Every Toucan tool result is a single text content block whose text is JSON of the following shape. You don't need to import this type — it's reproduced here for reference; just `JSON.parse` the text and read the fields.

```ts
type ToucanMCPEnvelope = {
  schema: "toucan-mcp-v1";
  answer: string;                  // markdown — surface verbatim
  visualizations: Visualization[]; // empty when no chart was produced
  threadId: string;                // pass back on follow-up questions to retain context
};

type Visualization =
  | { type: "chart"; title: string; narrative?: string; config: ...; data: Row[] }
  | { type: "error"; title?: string; message: string }
  | { type: "text";  text: string };
```

The `schema` field is the version tag; renderers should branch on it and ignore unknown `type` values rather than throwing, so the contract stays forward-compatible.

***

### Current scope and limits

* **Conversational memory via `threadId`**. Every envelope includes a `threadId`. Pass it back in the next `ask_toucan_assistant` call to continue the same conversation thread — the assistant will remember previous queries and charts. Omit it (or start fresh) to begin a new thread. The host LLM decides when to thread vs. start fresh; the `tool-usage` system-prompt addendum (step 2) already instructs it how.
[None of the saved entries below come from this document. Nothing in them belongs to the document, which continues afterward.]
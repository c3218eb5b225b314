//! Plain-text listing of findings for the terminal (`gibbsite check`).

use super::Report;
use std::fmt::Write;

/// One line per finding: `error[kind] subject (scenario): message`.
pub fn findings_text(report: &Report) -> String {
    let mut out = String::new();
    for f in &report.findings {
        let subject = f.subjects.first().map(String::as_str).unwrap_or("-");
        let _ = write!(out, "{}[{}] {}", f.severity.slug(), f.kind, subject);
        if let Some(s) = &f.scenario {
            let _ = write!(out, " (scenario {s})");
        }
        let _ = writeln!(out, ": {}", f.message);
    }
    out
}

/// One line per scenario judged as a whole: `scenario <id>: feasible (…)`.
pub fn scenario_verdicts_text(report: &Report) -> String {
    let mut out = String::new();
    for s in &report.joint_scenarios {
        let _ = write!(
            out,
            "scenario {} as a whole: {}",
            s.id,
            s.verdict.replace('-', " ")
        );
        match (&s.reason, &s.mdf) {
            (Some(reason), _) => {
                let _ = write!(out, " ({reason})");
            }
            (None, Some(mdf)) => {
                let _ = write!(out, " (max-min driving force {:.2} kJ/mol", mdf.value_kj);
                if !s.conflicts.is_empty() {
                    let _ = write!(out, "; {} conflicting set(s)", s.conflicts.len());
                }
                let _ = write!(out, ")");
            }
            (None, None) => {
                let _ = write!(out, " (no active reaction with ΔG′ data)");
            }
        }
        if let Some(law) = &s.loop_law {
            if !law.loop_free && law.error.is_none() {
                let _ = write!(
                    out,
                    "; the flux carries {} internal cycle(s)",
                    law.cycles.len()
                );
            }
        }
        let _ = writeln!(out);
    }
    out
}
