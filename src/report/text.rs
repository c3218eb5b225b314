//! Plain-text listing of findings for the terminal (`gibbsite check`).

use super::Report;
use std::fmt::Write;

/// One line per finding: `error[kind] subject (scenario): message`.
pub fn findings_text(report: &Report) -> String {
    let mut out = String::new();
    for f in &report.findings {
        let subject = f.subjects.first().map(String::as_str).unwrap_or("-");
        let _ = write!(out, "{}[{}] {}", f.severity.slug(), f.kind, subject);
        if let Some(s) = &f.scenario {
            let _ = write!(out, " (scenario {s})");
        }
        let _ = writeln!(out, ": {}", f.message);
    }
    out
}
Threads are ephemeral: they expire after a period of inactivity.
* **Browser does not need a Toucan token**. Only your backend authenticates; visualizations are self-contained.
* **RLS still applies**. Every query the assistant runs is scoped to the attributes you put on the embed token in step 1.
* **in-progress notifications**. Our tools pushes notifications as MCP `notifications/progress` message. Make sure your library handle them, and wire them into your existing status indicator, to see Toucan's real progress.

***

### Conclusion

Your chat now answers data questions through Toucan without leaving the host UI. Users keep your branding and conversational experience while gaining self-service analytics over your governed data layer.